And at the same time, Nicole touched upon this, but don’t compare your start to someone else’s finish. I think that’s what we see. In a lot of places online Disney has been around for years and years and years and Netflix, they were like a disruptors. The term that we use to explain what they did to the marketplace and really revolutionized things. But it’s not surprising that it took them a while because they had all those barriers and hoops and stuff to jump through. So if you are starting out and it doesn’t happen overnight, don’t fret. It takes time even with every big successful brand.
The only thing we really wanted to talk about here with all of these subscribers is, you know, the importance of diversifying where your product lives because yes, 50% of the subscribers for Disney plus came from Disney’s own website. I know I got numerous emails. We recorded an episode entirely about Disney Plaza, where we talked about some of these marketing channels that they use. So we just want to reiterate, again, that 50% might’ve come from their website, but 50% came from somewhere else. Imagine if you were only promoting to your own email list or your own little circle bubble, and you do those scary things to put yourself out there, to get in front of a new audience or work with another person in the industry you’re essentially having your profit potential by not doing some more of that reach and visibility stuff.

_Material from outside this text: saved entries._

"""Where bridges stand that hold the slug of a hole or a slot, and which slugs are held.

A bridge leaves a stub on the edge of the finished opening, so none stands where something works on that edge:

* a slot of a projection: anywhere but on the arc of its trailing end, which pushes the star wheel's point;
* a drive or stop hole, and one that is longer along the travel: on the sides that face the disc's centre and rim,
  since what drives or stops the disc pushes along the travel;
* a location slot, and a drive or stop slot that is longer across the travel: on its round ends, since a pin fits
  between the straight sides;
* the centre hole and location holes: a spindle or pin fits all round, so bridges stand evenly, and a check says so.

(What works on which side: derived here from what each is for.)
"""

import math
from dataclasses import dataclass
from itertools import pairwise
from typing import Literal

import numpy as np

from layout.documents.cutter import Cutter
from layout.documents.feature import Feature
from layout.documents.movement import Movement
from layout.mechanics.arrays import FloatArray, frozen_floats
from layout.mechanics.bridging import MOST_SHARE, gap_mm, gaps_in
from layout.mechanics.obround import obround_mm
from layout.mechanics.offset import moved_outlines
from layout.mechanics.projection import Pattern
from layout.mechanics.turning import FULL_TURN_RAD

_FACING_RAD = math.pi / 4  # a side faces the centre or the rim as long as it does so more than it faces the travel
_WHOLE: tuple[tuple[float, float], ...] = ((0.0, FULL_TURN_RAD),)
_OUT_AND_IN = ((-_FACING_RAD, _FACING_RAD), (math.pi - _FACING_RAD, math.pi + _FACING_RAD))

Where = Literal["slot", "across", "along", "ends", "anywhere"]


@dataclass(frozen=True, slots=True, kw_only=True)
class OutlineGap:
    """A stretch of an outline that is not cut: which piece, and from which part of it to which, 0 to 1."""

    piece: int
    from_ratio: float
    to_ratio: float


@dataclass(frozen=True, slots=True, kw_only=True, eq=False)
class HeldOpening:
    """An opening, or a row or all slots of them, whose slug is to be held.

    Attributes:
        what: What it is, in words.
        where: Where its bridges may stand.
        size_mm: Length and width as finished.
        slug_mm: The longest side of its slug.
        points_mm: Shape (k, 2). Its outline as it is drawn, in its own frame.
        bulge_ratio: Shape (k,). DXF bulges.
        gaps: Where its bridges stand; None where there is no room for them.
    """

    what: str
    where: Where
    size_mm: tuple[float, float]
    slug_mm: float
    points_mm: FloatArray
    bulge_ratio: FloatArray
    gaps: tuple[OutlineGap, ...] | None


@dataclass(frozen=True, slots=True, kw_only=True)
class _Side:
    """A part of a piece of an outline where a bridge may stand."""

    piece: int
    from_ratio: float = 0.0
    to_ratio: float = 1.0


def slug_is_held(cutter: Cutter, length_mm: float, width_mm: float) -> bool:
    """Whether the slug of a closed opening of this finished size is to be held: the opening less a kerf all round."""
    slugs = None if cutter.bridges is None else cutter.bridges.slugs
    if slugs is None:
        return False
    shorter_mm, longer_mm = sorted((length_mm - 2 * cutter.kerf_mm, width_mm - 2 * cutter.kerf_mm))
    return shorter_mm > 0 and longer_mm >= slugs.least_slug_mm


def where_on_feature(feature: Feature) -> Where:
    """Where bridges may stand on a hole or slot of the blank."""
    if feature.length_mm == feature.width_mm:
        return "anywhere" if feature.purpose == "location" else "across"
    return "ends" if feature.purpose == "location" or feature.length_mm < feature.width_mm else "along"


def gaps_on_outline(
    points_mm: FloatArray, bulges: FloatArray, where: Where, cutter: Cutter
) -> tuple[OutlineGap, ...] | None:
    """Gaps for the slug's bridges on a slot of a projection, or on an obround of the blank.

    They are shared out over the sides by their lengths, even on each, and each lies within one piece, with at
    least half its length of cut line on either side of it.

    Args:
        points_mm: Shape (k, 2). The outline as it is drawn, of obround_mm's or of a slot pattern's vertices.
        bulges: Shape (k,).
        where: "slot" for one of a projection; else "along" or "ends".
        cutter: Its bridges.slugs must be stated.

    Returns:
        In the order of the outline; None where there is no room.
    """
    slugs = None if cutter.bridges is None else cutter.bridges.slugs
    if slugs is None:
        return None
    piece_mm, radius_mm = _lengths_mm(points_mm, bulges)
    long_mm = gap_mm(cutter, slugs)
    stretches = _stretches(where, len(points_mm))
    lengths_mm = [sum(piece_mm[s.piece] * (s.to_ratio - s.from_ratio) for s in sides) for sides in stretches]
    shared = gaps_in([(0.0, length) for length in lengths_mm], count=slugs.count, width_rad=long_mm)
    if shared is None:
        return None
    gaps = []
    for sides, on_stretch in zip(stretches, shared, strict=True):
        for gap in on_stretch:
            placed = _within_a_piece((gap.from_rad + gap.to_rad) / 2, sides, piece_mm, radius_mm, long_mm)
            if placed is None:
                return None
            gaps.append(placed)
    gaps.sort(key=lambda gap: (gap.piece, gap.from_ratio))
    return None if _overlap(gaps) else tuple(gaps)


def circle_with_gaps(
    radius_mm: float, where: Where, cutter: Cutter
) -> tuple[FloatArray, FloatArray, tuple[OutlineGap, ...]] | None:
    """A circle round (0, 0) as an outline of arcs, x outwards along the disc's radius, and the gaps in it.

    Args:
        radius_mm: As it is drawn.
        where: "anywhere" or "across".
        cutter: Its bridges.slugs must be stated.

    Returns:
        Points, shape (k, 2), bulges, shape (k,), and gaps in their order; None where there is no room.
    """
    slugs = None if cutter.bridges is None else cutter.bridges.slugs
    if slugs is None or gap_mm(cutter, slugs) >= 2 * radius_mm:
        return None
    width_rad = 2 * math.asin(gap_mm(cutter, slugs) / (2 * radius_mm))
    sectors = list(_WHOLE if where == "anywhere" else _OUT_AND_IN)
    shared = gaps_in(sectors, count=slugs.count, width_rad=width_rad)
    if shared is None:
        return None
    middles = sorted((gap.from_rad + gap.to_rad) / 2 for on_sector in shared for gap in on_sector)
    # A vertex between every two gaps; round a single one half a circle lies before it and half behind.
    after = [*middles[1:], middles[0] + FULL_TURN_RAD]
    ends = [(one + other) / 2 for one, other in zip(middles, after, strict=True)]
    if len(middles) == 1:
        ends = [middles[0] - math.pi / 2, middles[0] + math.pi / 2]
    turns = [(later - end) % FULL_TURN_RAD for end, later in zip(ends, [*ends[1:], ends[0]], strict=True)]
    gaps = []
    for piece, (end, turn) in enumerate(zip(ends, turns, strict=True)):
        for middle in middles:
            at = (middle - end) % FULL_TURN_RAD
            if at < turn:
                half = width_rad / 2
                gaps.append(OutlineGap(piece=piece, from_ratio=(at - half) / turn, to_ratio=(at + half) / turn))
    points_mm = radius_mm * np.column_stack([np.cos(ends), np.sin(ends)])
    return frozen_floats(points_mm), frozen_floats([math.tan(turn / 4) for turn in turns]), tuple(gaps)


def held_openings(pattern: Pattern, movement: Movement, cutter: Cutter) -> tuple[HeldOpening, ...]:
    """What of a disc is to be held, each kind once: the slots, the rows of features, the centre hole.

    Empty where the cutter holds no slugs, or none of these is large enough.
    """
    blank, projection = movement.disc, movement.projection
    found: list[tuple[str, Where, float, float]] = []
    if pattern.cut is not None and pattern.making == "slot":
        found.append(("slots", "slot", projection.length_mm or 0.0, projection.width_mm))
    for feature in blank.features:
        if feature.shape != "notch":
            what = f"{feature.purpose} {feature.shape}{'s' if feature.count > 1 else ''}"
            found.append((what, where_on_feature(feature), feature.length_mm, feature.width_mm))
    found.append(("centre hole", "anywhere", blank.centre_hole_mm, blank.centre_hole_mm))
    openings = []
    for what, where, length_mm, width_mm in dict.fromkeys(found):
        if slug_is_held(cutter, length_mm, width_mm):
            points_mm, bulges, gaps = _as_drawn(where, (length_mm, width_mm), pattern, cutter)
            openings.append(
                HeldOpening(
                    what=what,
                    where=where,
                    size_mm=(length_mm, width_mm),
                    slug_mm=max(length_mm, width_mm) - 2 * cutter.kerf_mm,
                    points_mm=points_mm,
                    bulge_ratio=bulges,
                    gaps=gaps,
                )
            )
    return tuple(openings)


def _as_drawn(
    where: Where, size_mm: tuple[float, float], pattern: Pattern, cutter: Cutter
) -> tuple[FloatArray, FloatArray, tuple[OutlineGap, ...] | None]:
    """The outline of one opening as it is drawn, and its gaps; no outline of a circle whose bridges have no room."""
    smaller_mm = cutter.kerf_mm if cutter.kerf_compensated else 0.0  # both ways: half a kerf all round
    if where in ("anywhere", "across"):
        circle = circle_with_gaps((size_mm[1] - smaller_mm) / 2, where, cutter)
        return circle or (np.zeros((0, 2)), np.zeros(0), None)
    if where == "slot" and pattern.cut is not None:
        points_mm, bulges = pattern.cut.points_mm, pattern.cut.bulges
        moved = moved_outlines(points_mm[None], bulges, -smaller_mm / 2) if smaller_mm else None
        points_mm, bulges = (points_mm, bulges) if moved is None else (moved[0][0], moved[1])
    else:
        points_mm, bulges = obround_mm(size_mm[0] - smaller_mm, size_mm[1] - smaller_mm)
    return points_mm, bulges, gaps_on_outline(points_mm, bulges, where, cutter)


def place_on(points_mm: FloatArray, bulges: FloatArray, piece: int, share: float) -> complex:
    """A place on a piece of an outline, x + iy, by its share of the piece's length.

    DXF reference: bulge b = tan(θ/4). The centre lies (1 − b²)/(4b) chords left of the chord's middle.
    """
    start, end = complex(*points_mm[piece]), complex(*points_mm[(piece + 1) % len(points_mm)])
    bulge = float(bulges[piece])
    if bulge == 0:
        return start + (end - start) * share
    centre = (start + end) / 2 + 1j * (end - start) * (1 - bulge**2) / (4 * bulge)
    turn_rad = 4 * math.atan(bulge) * share
    return centre + (start - centre) * complex(math.cos(turn_rad), math.sin(turn_rad))


def begun_after(gap: OutlineGap, points_mm: FloatArray, bulges: FloatArray) -> tuple[FloatArray, FloatArray]:
    """The same closed outline with a new first vertex, where a gap ends and the beam begins.

    Returns:
        Points, shape (k + 1, 2), and bulges, shape (k + 1,).
    """
    first = place_on(points_mm, bulges, gap.piece, gap.to_ratio)
    others_mm, around = np.roll(points_mm, -gap.piece - 1, axis=0), np.roll(bulges, -gap.piece - 1)
    half_rad = math.atan(float(bulges[gap.piece]))
    begun = [math.tan(half_rad * (1 - gap.to_ratio)), *around[:-1], math.tan(half_rad * gap.to_ratio)]
    return frozen_floats(np.array([(first.real, first.imag), *others_mm.tolist()])), frozen_floats(begun)


def _stretches(where: Where, corner_count: int) -> list[list[_Side]]:
    """Where bridges may stand: stretches of an outline, each of sides that follow one another."""
    if where == "slot":  # begins with the leading end; its trailing end lies opposite
        if corner_count == 2:  # noqa: PLR2004 - as long as wide: two half circles
            return [[_Side(piece=0)]]
        return [[_Side(piece=3), _Side(piece=0), _Side(piece=1)]]
    if where == "along":  # obround_mm: from the end anticlockwise; longer along the travel, 3 is the outer side
        return [[_Side(piece=3)], [_Side(piece=1)]]
    return [[_Side(piece=end, from_ratio=0.25, to_ratio=0.75)] for end in (0, 2)]


def _lengths_mm(points_mm: FloatArray, bulges: FloatArray) -> tuple[list[float], list[float]]:
    """Of each piece its length, and its radius, 0 where it is straight (DXF reference: bulge = tan(θ/4))."""
    chord_mm = np.hypot(*(np.roll(points_mm, -1, axis=0) - points_mm).T)
    bulge = np.abs(bulges)
    radius_mm = np.divide(chord_mm * (1 + bulge**2), 4 * bulge, out=np.zeros(len(bulge)), where=bulge > 0)
    return np.where(bulge > 0, 4 * np.arctan(bulge) * radius_mm, chord_mm).tolist(), radius_mm.tolist()


def _within_a_piece(
    at_mm: float, sides: list[_Side], piece_mm: list[float], radius_mm: list[float], long_mm: float
) -> OutlineGap | None:
    """The gap round a place of a stretch, moved so that it lies within one piece; None where that is too short."""
    side, along_mm = sides[-1], at_mm
    for side in sides:
        side_mm = piece_mm[side.piece] * (side.to_ratio - side.from_ratio)
        if along_mm <= side_mm or side is sides[-1]:
            break
        along_mm -= side_mm
    radius = radius_mm[side.piece]
    if radius and long_mm >= 2 * radius:
        return None
    on_line_mm = 2 * radius * math.asin(long_mm / (2 * radius)) if radius else long_mm
    if on_line_mm > MOST_SHARE * side_mm:
        return None
    along_mm = min(max(along_mm, on_line_mm), side_mm - on_line_mm) + piece_mm[side.piece] * side.from_ratio
    return OutlineGap(
        piece=side.piece,
        from_ratio=(along_mm - on_line_mm / 2) / piece_mm[side.piece],
        to_ratio=(along_mm + on_line_mm / 2) / piece_mm[side.piece],
    )


def _overlap(gaps: list[OutlineGap]) -> bool:
    """Whether less than half a gap of cut line is left between two of them."""
    return any(
        one.piece == other.piece and other.from_ratio - one.to_ratio < (one.to_ratio - one.from_ratio) / 2
        for one, other in pairwise(gaps)
    )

Absolutely. So a few ways that you can actually apply this lesson to your own business, I’ll start off with service-based businesses is joining like a summit, a virtual summit. For example, the way that these typically work is, you know, you put out an offer, a training, a freebie of some sorts that gets distributed to an audience that you’d normally don’t tap into and get to exposure. Now like with the Verizon partnership, you’re giving away some content for free, but the hope is, is that you’re going to wow. Them with your content selection like Disney plus or in your case, your services and your offerings or your brain. And they’re going to want more from you after that initial free period is up or after they’ve consumed your like free product. They’re going to want more. So leveraging different distribution platforms can be so helpful in increasing your reach visibility and your audience for our product based business owners out there.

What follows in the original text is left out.